Your answer should be the lines below from the one holding "limit_text : str" through the one holding "u_rms : float or None", copied exactly and with nothing else.
--- Data for this exercise Enclosed Below ---
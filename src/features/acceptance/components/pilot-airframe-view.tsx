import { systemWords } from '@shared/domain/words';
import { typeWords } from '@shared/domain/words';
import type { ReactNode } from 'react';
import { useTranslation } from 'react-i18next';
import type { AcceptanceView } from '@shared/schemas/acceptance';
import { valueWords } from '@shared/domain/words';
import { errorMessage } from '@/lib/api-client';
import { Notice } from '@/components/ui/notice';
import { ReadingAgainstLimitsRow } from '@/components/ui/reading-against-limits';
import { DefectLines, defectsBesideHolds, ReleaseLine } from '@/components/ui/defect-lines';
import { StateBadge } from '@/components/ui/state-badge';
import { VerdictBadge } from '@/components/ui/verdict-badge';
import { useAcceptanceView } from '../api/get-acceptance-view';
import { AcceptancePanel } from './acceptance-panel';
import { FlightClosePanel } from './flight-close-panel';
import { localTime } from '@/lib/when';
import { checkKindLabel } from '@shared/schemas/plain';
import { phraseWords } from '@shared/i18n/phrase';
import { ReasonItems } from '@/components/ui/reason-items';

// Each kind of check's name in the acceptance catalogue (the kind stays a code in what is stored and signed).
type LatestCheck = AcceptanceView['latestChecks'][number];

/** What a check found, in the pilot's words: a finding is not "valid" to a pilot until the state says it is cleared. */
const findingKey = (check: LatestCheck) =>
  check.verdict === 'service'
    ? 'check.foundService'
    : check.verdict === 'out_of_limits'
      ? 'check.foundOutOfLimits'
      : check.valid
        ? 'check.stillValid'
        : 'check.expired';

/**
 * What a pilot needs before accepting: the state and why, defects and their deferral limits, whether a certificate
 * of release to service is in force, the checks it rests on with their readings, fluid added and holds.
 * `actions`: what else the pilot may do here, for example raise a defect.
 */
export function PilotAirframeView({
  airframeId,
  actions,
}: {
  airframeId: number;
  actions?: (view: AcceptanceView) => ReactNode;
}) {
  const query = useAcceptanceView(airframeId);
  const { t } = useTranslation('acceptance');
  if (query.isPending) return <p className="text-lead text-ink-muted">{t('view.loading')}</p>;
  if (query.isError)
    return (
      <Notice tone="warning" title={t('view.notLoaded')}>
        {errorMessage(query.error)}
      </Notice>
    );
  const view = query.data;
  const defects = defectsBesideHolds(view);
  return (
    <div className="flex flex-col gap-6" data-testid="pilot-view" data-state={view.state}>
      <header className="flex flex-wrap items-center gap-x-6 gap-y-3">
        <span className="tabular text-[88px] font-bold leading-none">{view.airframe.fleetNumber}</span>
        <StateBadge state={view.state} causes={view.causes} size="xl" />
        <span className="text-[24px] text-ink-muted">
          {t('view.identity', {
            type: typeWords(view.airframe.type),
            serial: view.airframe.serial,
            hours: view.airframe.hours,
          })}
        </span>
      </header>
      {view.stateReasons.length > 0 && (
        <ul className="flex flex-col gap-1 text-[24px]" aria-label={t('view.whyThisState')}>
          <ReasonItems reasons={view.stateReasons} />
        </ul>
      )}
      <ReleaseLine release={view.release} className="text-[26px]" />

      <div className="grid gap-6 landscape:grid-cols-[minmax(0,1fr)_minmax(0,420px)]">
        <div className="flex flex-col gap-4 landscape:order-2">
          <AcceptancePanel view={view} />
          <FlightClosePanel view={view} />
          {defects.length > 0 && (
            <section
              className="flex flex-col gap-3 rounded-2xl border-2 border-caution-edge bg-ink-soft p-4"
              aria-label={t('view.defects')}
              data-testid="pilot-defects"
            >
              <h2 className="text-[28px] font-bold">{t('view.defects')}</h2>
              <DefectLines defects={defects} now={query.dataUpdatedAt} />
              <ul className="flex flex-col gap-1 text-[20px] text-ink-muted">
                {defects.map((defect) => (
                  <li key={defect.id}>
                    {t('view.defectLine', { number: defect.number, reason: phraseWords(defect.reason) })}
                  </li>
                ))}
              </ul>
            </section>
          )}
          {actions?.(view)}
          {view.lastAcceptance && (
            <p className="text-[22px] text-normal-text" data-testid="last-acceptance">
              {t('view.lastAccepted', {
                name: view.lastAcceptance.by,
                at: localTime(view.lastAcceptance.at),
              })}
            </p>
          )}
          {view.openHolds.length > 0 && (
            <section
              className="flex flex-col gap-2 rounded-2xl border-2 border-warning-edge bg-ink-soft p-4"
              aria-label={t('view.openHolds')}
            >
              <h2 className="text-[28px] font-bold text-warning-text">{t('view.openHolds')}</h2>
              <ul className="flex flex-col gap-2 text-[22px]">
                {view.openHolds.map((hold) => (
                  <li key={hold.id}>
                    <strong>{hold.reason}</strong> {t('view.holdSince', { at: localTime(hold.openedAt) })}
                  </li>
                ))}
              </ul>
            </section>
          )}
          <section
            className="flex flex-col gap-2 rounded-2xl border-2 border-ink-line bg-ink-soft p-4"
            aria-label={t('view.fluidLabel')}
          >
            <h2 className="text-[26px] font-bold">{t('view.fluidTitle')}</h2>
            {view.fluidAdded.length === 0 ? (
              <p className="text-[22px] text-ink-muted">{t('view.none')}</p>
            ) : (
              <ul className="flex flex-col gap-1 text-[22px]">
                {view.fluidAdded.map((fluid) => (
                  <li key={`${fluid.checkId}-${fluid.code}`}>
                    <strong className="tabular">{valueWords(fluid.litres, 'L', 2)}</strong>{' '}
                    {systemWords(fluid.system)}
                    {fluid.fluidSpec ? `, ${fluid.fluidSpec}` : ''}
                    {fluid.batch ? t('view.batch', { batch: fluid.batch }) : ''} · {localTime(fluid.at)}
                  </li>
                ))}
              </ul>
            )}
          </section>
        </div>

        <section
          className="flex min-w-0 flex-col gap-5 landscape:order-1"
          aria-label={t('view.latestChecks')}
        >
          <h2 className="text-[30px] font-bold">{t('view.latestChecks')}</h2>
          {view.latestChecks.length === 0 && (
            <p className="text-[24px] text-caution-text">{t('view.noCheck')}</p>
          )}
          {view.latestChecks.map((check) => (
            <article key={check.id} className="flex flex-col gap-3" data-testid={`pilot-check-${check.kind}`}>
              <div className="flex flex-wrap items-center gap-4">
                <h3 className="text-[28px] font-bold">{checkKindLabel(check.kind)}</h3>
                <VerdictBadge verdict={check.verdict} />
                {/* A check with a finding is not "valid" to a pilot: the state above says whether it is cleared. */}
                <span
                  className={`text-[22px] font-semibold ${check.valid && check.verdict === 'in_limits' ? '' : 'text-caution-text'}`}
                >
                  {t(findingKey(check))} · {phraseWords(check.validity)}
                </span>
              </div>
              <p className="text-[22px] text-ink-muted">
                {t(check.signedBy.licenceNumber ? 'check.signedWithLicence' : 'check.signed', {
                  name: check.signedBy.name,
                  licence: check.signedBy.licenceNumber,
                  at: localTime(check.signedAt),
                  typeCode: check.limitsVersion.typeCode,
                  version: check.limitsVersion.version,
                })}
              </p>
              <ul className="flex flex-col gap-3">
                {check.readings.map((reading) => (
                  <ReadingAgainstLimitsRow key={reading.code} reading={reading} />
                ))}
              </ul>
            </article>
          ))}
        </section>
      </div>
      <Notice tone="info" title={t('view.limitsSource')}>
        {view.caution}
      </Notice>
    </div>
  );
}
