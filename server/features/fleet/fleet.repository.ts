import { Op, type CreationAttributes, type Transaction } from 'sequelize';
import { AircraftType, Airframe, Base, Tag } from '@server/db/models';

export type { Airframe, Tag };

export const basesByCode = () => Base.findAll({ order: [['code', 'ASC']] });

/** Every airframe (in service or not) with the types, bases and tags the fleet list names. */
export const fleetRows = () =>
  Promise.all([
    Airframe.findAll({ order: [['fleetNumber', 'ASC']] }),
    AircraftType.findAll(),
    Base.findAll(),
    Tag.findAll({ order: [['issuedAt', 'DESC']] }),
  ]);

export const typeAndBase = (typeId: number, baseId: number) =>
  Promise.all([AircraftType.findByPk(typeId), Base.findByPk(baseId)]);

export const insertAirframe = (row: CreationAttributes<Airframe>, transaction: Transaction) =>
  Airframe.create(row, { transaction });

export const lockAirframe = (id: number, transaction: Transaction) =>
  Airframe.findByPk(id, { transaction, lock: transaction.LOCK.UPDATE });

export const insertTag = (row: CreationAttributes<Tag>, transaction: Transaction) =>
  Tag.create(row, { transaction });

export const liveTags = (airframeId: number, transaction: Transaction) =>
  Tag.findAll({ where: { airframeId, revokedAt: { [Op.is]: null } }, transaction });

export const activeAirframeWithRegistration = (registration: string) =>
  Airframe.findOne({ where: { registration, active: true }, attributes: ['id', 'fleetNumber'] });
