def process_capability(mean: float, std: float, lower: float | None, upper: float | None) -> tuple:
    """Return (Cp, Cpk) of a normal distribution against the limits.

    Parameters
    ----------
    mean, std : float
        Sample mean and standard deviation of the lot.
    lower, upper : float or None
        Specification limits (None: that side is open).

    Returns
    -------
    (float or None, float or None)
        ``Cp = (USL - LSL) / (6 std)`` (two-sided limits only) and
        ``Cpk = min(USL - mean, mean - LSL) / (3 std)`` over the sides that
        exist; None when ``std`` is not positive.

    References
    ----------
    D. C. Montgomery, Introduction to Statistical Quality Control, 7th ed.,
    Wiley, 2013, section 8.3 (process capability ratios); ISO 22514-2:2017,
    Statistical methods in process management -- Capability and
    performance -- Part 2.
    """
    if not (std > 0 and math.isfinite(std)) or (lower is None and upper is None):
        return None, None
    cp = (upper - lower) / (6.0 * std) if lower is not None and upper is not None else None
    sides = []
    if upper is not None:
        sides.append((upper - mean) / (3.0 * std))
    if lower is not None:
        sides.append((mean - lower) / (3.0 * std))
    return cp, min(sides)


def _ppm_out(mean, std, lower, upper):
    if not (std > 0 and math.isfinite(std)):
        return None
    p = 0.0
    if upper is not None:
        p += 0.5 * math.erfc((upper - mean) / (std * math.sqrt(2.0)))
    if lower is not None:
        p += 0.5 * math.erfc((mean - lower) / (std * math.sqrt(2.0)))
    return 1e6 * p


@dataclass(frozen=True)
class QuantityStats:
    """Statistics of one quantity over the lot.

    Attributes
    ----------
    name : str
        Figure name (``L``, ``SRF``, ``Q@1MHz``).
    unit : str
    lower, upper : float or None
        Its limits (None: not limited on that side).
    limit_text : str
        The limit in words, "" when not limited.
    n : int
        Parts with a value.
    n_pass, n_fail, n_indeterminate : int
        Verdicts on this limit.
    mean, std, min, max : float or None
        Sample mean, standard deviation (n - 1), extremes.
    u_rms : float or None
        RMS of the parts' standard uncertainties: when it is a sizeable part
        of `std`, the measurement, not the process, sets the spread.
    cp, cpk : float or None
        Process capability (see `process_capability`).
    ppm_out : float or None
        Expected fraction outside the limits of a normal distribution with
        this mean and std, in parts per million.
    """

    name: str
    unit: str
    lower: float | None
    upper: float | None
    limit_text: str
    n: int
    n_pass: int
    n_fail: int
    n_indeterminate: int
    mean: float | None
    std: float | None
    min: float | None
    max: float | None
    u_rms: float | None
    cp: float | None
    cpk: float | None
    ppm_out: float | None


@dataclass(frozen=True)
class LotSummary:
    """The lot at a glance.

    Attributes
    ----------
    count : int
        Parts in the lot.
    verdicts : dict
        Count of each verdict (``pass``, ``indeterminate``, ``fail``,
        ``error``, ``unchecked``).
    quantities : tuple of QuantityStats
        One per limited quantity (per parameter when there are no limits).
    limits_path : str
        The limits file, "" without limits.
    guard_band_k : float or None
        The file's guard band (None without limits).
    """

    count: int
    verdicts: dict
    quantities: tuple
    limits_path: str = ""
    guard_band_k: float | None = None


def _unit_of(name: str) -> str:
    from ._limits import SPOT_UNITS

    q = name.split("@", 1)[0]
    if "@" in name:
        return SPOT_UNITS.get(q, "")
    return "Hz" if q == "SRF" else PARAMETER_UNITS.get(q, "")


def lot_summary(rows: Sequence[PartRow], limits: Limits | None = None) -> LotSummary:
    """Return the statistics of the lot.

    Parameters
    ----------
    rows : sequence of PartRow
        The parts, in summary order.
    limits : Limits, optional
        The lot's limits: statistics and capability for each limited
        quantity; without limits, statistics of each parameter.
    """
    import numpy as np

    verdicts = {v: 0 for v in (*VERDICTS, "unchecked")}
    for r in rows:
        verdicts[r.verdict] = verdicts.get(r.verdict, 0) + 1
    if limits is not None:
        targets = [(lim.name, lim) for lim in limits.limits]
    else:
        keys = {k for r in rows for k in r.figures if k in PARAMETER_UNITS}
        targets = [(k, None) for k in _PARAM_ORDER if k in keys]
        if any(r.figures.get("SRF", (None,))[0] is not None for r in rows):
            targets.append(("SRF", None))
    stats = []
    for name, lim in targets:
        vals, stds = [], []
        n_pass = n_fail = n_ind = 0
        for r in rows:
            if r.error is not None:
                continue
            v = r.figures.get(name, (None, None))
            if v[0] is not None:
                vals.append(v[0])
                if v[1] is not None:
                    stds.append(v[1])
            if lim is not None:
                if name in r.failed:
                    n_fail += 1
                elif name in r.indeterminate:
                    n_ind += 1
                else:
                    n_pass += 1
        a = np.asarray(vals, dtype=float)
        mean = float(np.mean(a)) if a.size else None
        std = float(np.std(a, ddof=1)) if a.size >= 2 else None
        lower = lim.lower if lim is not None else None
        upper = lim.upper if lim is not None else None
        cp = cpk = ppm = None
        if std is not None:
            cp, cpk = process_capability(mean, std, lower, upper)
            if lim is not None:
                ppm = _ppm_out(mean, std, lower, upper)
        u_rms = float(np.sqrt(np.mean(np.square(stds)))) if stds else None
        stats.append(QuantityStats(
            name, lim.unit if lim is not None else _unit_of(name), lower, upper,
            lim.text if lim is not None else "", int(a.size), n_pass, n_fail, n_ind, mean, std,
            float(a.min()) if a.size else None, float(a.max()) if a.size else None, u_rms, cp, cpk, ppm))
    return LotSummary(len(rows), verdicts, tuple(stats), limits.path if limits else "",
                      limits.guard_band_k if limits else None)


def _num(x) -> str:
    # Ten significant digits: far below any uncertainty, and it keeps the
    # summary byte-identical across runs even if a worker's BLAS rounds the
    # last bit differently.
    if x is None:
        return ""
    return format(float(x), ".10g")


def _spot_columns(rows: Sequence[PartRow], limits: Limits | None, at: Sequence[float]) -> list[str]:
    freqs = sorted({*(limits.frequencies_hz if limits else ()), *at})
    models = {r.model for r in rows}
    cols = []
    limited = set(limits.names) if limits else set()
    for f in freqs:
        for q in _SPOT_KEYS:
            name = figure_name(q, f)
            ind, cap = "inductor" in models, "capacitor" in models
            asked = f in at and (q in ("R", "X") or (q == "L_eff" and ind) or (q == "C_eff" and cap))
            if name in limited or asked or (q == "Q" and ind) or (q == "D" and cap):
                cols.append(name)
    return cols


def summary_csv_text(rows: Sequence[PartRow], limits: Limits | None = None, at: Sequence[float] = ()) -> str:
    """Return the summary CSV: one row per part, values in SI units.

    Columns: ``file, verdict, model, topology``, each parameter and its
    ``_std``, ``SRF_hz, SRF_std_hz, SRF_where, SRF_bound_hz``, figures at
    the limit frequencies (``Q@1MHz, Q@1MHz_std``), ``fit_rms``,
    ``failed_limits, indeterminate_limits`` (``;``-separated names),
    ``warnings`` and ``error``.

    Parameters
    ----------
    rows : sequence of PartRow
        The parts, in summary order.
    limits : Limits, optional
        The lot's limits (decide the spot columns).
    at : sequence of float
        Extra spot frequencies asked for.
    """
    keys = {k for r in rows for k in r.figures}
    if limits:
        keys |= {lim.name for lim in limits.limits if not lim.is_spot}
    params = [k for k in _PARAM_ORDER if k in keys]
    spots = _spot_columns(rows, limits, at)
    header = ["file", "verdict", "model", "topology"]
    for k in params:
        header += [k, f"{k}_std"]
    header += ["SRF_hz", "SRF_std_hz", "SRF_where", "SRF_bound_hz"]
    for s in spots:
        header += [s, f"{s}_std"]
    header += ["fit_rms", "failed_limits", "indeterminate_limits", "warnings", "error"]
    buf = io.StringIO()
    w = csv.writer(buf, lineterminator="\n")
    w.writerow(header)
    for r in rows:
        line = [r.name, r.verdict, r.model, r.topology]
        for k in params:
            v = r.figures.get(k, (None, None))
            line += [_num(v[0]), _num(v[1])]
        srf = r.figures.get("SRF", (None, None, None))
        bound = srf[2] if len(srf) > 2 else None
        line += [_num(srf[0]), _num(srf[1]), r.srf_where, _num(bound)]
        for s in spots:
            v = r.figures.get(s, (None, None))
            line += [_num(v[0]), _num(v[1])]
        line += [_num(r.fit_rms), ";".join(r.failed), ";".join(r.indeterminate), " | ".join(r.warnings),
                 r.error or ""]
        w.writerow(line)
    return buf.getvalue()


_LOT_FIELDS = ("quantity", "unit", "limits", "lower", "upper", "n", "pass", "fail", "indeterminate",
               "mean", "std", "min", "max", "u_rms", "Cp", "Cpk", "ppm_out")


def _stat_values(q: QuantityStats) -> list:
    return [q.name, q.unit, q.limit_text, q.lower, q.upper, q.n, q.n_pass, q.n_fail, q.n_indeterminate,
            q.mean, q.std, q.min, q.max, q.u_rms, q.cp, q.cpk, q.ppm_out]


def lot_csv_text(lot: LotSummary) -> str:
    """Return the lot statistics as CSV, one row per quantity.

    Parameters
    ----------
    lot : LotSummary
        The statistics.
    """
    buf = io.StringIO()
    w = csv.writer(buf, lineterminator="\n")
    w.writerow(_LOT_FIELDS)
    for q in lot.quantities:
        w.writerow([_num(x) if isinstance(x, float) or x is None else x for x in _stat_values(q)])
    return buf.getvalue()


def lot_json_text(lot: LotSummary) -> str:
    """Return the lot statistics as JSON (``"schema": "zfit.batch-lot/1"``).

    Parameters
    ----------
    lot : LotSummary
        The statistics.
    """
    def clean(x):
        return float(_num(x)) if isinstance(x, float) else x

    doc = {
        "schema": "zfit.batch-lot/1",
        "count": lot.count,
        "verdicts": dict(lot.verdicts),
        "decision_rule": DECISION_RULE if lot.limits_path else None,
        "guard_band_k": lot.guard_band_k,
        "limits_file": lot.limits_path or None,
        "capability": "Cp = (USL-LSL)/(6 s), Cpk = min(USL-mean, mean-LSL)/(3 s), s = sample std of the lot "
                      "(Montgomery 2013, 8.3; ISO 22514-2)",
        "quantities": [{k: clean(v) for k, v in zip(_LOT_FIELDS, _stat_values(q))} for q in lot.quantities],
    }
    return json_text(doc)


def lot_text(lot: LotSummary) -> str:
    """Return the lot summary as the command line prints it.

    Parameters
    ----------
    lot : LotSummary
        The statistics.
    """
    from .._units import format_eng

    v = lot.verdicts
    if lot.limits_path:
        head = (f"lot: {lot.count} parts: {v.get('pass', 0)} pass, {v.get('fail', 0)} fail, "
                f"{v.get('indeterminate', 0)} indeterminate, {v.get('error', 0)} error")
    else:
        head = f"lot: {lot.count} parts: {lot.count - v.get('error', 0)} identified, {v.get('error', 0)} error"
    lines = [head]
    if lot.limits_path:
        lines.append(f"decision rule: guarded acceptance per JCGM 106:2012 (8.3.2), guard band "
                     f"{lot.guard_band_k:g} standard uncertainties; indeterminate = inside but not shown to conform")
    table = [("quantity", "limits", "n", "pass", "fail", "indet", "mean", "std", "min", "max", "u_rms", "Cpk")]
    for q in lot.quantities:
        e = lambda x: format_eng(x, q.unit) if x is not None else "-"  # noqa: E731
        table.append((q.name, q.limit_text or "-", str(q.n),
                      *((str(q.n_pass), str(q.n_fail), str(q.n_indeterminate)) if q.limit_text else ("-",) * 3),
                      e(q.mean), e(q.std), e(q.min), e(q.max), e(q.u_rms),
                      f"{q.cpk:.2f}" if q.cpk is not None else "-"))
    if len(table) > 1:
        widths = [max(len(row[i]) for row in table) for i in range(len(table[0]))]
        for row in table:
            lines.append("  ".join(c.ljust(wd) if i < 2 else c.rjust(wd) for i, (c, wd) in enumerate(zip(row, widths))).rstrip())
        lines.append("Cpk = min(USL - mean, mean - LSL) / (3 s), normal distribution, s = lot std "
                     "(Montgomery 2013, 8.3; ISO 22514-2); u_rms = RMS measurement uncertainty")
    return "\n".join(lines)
--- End of Enclosed Data for this exercise ---
Exercise response:
    limit_text : str
        The limit in words, "" when not limited.
    n : int
        Parts with a value.
    n_pass, n_fail, n_indeterminate : int
        Verdicts on this limit.
    mean, std, min, max : float or None
        Sample mean, standard deviation (n - 1), extremes.
    u_rms : float or None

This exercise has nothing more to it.